## ASSIGNMENT:
All lines in the entries below that hold "names" make up the answer.

═══ SUPPLIED RECORDS

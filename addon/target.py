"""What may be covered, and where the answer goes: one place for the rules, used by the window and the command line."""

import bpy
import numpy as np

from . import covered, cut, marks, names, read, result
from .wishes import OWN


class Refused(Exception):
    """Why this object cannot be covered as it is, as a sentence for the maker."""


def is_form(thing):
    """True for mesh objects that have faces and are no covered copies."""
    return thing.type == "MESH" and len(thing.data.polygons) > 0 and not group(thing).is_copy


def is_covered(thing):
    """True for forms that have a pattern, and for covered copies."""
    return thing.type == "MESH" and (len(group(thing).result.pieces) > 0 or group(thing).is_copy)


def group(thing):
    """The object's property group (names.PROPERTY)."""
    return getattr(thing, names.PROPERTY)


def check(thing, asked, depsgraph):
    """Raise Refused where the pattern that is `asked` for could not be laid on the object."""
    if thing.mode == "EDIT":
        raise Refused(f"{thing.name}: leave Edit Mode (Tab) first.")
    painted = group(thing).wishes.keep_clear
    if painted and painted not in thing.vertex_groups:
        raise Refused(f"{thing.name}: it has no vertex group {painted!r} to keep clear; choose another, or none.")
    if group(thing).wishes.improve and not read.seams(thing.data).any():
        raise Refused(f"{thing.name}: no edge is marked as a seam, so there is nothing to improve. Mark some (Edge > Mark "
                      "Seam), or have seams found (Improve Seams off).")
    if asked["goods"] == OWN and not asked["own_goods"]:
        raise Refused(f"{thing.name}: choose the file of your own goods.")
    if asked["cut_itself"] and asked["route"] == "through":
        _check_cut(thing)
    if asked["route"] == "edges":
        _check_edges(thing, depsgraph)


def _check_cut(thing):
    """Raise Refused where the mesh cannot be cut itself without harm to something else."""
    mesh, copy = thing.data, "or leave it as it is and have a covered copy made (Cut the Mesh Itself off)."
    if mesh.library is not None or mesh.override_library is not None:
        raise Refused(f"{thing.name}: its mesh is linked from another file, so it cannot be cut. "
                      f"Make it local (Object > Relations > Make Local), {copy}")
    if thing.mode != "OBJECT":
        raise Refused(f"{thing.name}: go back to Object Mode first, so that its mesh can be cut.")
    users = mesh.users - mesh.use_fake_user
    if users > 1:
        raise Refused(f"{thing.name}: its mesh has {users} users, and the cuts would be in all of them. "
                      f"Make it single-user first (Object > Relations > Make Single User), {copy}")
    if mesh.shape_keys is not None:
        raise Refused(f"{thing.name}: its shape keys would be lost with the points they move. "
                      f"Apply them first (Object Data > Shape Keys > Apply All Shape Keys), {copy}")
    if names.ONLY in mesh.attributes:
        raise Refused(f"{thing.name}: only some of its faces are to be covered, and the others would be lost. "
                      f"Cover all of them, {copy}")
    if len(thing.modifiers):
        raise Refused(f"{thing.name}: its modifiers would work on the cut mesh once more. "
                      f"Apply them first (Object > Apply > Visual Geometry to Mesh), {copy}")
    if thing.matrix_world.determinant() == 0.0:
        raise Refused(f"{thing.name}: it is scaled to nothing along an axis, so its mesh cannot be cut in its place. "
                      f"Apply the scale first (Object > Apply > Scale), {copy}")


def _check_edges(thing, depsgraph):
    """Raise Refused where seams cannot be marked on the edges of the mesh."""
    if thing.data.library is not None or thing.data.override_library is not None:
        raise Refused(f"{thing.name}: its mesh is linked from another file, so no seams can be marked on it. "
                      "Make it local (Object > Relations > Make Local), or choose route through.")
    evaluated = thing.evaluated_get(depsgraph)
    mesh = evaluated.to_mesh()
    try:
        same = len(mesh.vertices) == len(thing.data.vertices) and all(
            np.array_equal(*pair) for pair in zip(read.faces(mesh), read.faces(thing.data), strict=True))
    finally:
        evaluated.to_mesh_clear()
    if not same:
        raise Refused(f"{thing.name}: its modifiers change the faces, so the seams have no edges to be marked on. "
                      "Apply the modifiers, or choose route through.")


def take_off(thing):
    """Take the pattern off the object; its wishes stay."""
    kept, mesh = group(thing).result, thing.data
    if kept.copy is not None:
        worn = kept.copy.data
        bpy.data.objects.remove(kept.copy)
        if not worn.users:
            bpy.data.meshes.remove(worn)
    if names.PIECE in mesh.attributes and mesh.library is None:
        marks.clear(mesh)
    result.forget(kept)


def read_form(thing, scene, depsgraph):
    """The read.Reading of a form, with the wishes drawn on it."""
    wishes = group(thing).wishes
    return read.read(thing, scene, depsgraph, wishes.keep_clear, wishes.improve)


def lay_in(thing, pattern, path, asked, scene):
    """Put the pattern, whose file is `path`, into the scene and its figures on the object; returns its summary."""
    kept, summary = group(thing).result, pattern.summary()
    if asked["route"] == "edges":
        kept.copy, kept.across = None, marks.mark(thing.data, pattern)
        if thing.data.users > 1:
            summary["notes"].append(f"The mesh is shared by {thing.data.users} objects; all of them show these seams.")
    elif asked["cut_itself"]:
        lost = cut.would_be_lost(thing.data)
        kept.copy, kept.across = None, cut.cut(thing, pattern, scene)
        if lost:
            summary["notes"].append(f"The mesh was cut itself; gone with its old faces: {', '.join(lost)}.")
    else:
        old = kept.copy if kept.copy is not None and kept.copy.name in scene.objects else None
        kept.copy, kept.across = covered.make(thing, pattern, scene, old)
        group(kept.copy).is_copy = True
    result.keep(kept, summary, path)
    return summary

══════

## RESULT OF THE EXERCISE:
from . import covered, cut, marks, names, read, result
    """The object's property group (names.PROPERTY)."""
    return getattr(thing, names.PROPERTY)
    if names.ONLY in mesh.attributes:
    if names.PIECE in mesh.attributes and mesh.library is None:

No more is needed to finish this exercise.